Instructions for the task:
Gather each line containing the string "this" from these entries.

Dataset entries
□ □ □
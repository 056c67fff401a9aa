/** Small, dependency-free helpers for writing HTML as strings. */

/**
 * Escape text for an HTML text node or a double-quoted attribute.
 *
 * @example
 * escapeHtml('a < b & "c"'); // 'a &lt; b &amp; &quot;c&quot;'
 */
export function escapeHtml(text: unknown): string {
  return String(text)
    .replace(/&/g, '&amp;')
    .replace(/</g, '&lt;')
    .replace(/>/g, '&gt;')
    .replace(/"/g, '&quot;')
    .replace(/'/g, '&#39;');
}

/**
 * A number as an attribute value that parses back to exactly the same double
 * (JavaScript's shortest round-trip form, as JSON.stringify writes it), or
 * "" for null. Tests read these to compare the page with fit.json.
 *
 * @example
 * exactValue(0.1); // '0.1'
 * exactValue(1 / 3); // '0.3333333333333333' (parses back to the same double)
 * exactValue(null); // ''
 */
export function exactValue(value: number | null | undefined): string {
  return value === null || value === undefined || !Number.isFinite(value) ? '' : String(value);
}

/**
 * An id usable in an HTML anchor, from any text.
 *
 * @example
 * slug('Upper cliff / Length (mm)'); // 'upper-cliff-length-mm'
 * slug('÷'); // 'item'
 */
export function slug(text: string): string {
  const base = text.normalize('NFKD').toLowerCase().replace(/[^a-z0-9]+/g, '-').replace(/^-+|-+$/g, '');
  return base === '' ? 'item' : base;
}
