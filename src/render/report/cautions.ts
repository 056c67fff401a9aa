/**
 * Interpretive cautions, shown beside the conclusions they qualify. They say
 * what model support does and does not establish, so a reader of the report
 * (who may never run the tool) does not read more into a ranking than it
 * holds.
 */

/** Cautions shown with every model-support conclusion. */
export const supportCautions: readonly string[] = [
  'Akaike weights rank the fitted models against each other only; the best-supported model may still describe the data poorly, and a model that was not fitted cannot win.',
  'Model support depends on the sampling: few horizons, small samples, time-averaging within horizons and the age model (spacing of the horizons) all change which model is favoured. Treat a weight as a statement about this data set, not about the lineage.',
  'A good fit to a random walk says nothing by itself about drift versus selection: an unbiased random walk is also what fluctuating or shifting selection produces at this time scale.',
  'Directional change in one section may reflect immigration, ecophenotypic response or a change of environment rather than evolution in place; the specialist\'s knowledge of the section and the organisms comes first.',
];

/** Extra caution when the best-supported model is a directional walk. */
export const directionalCaution =
  'Support for directional change needs a trend that is large against both sampling error and random wandering; check the drift interval and, for a claim in print, the power and false-trend rate of this design.';

/** Extra caution when the best-supported model is a form of stasis. */
export const stasisCaution =
  'Support for stasis means the means did not wander or trend detectably at this resolution; it does not exclude change too small, too fast or too short-lived for this sampling to resolve.';

/** Caution shown when two or more models carry similar weight. */
export const closeSupportCaution =
  'Two or more models have similar support (ΔAICc below 2); the data do not discriminate between them, and the conclusion should say so.';

/** Caution for estimates at a bound or limit. */
export const boundCaution =
  'An estimate at a bound (a variance of 0) or at a limit (alpha at the end of its range) is the supremum of the likelihood, not an interior maximum; its interval is one-sided and the model may reduce to a simpler one.';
□ □ □
Result of the exercise:
  'Model support depends on the sampling: few horizons, small samples, time-averaging within horizons and the age model (spacing of the horizons) all change which model is favoured. Treat a weight as a statement about this data set, not about the lineage.',
  'A good fit to a random walk says nothing by itself about drift versus selection: an unbiased random walk is also what fluctuating or shifting selection produces at this time scale.',
  'Support for directional change needs a trend that is large against both sampling error and random wandering; check the drift interval and, for a claim in print, the power and false-trend rate of this design.';
  'Support for stasis means the means did not wander or trend detectably at this resolution; it does not exclude change too small, too fast or too short-lived for this sampling to resolve.';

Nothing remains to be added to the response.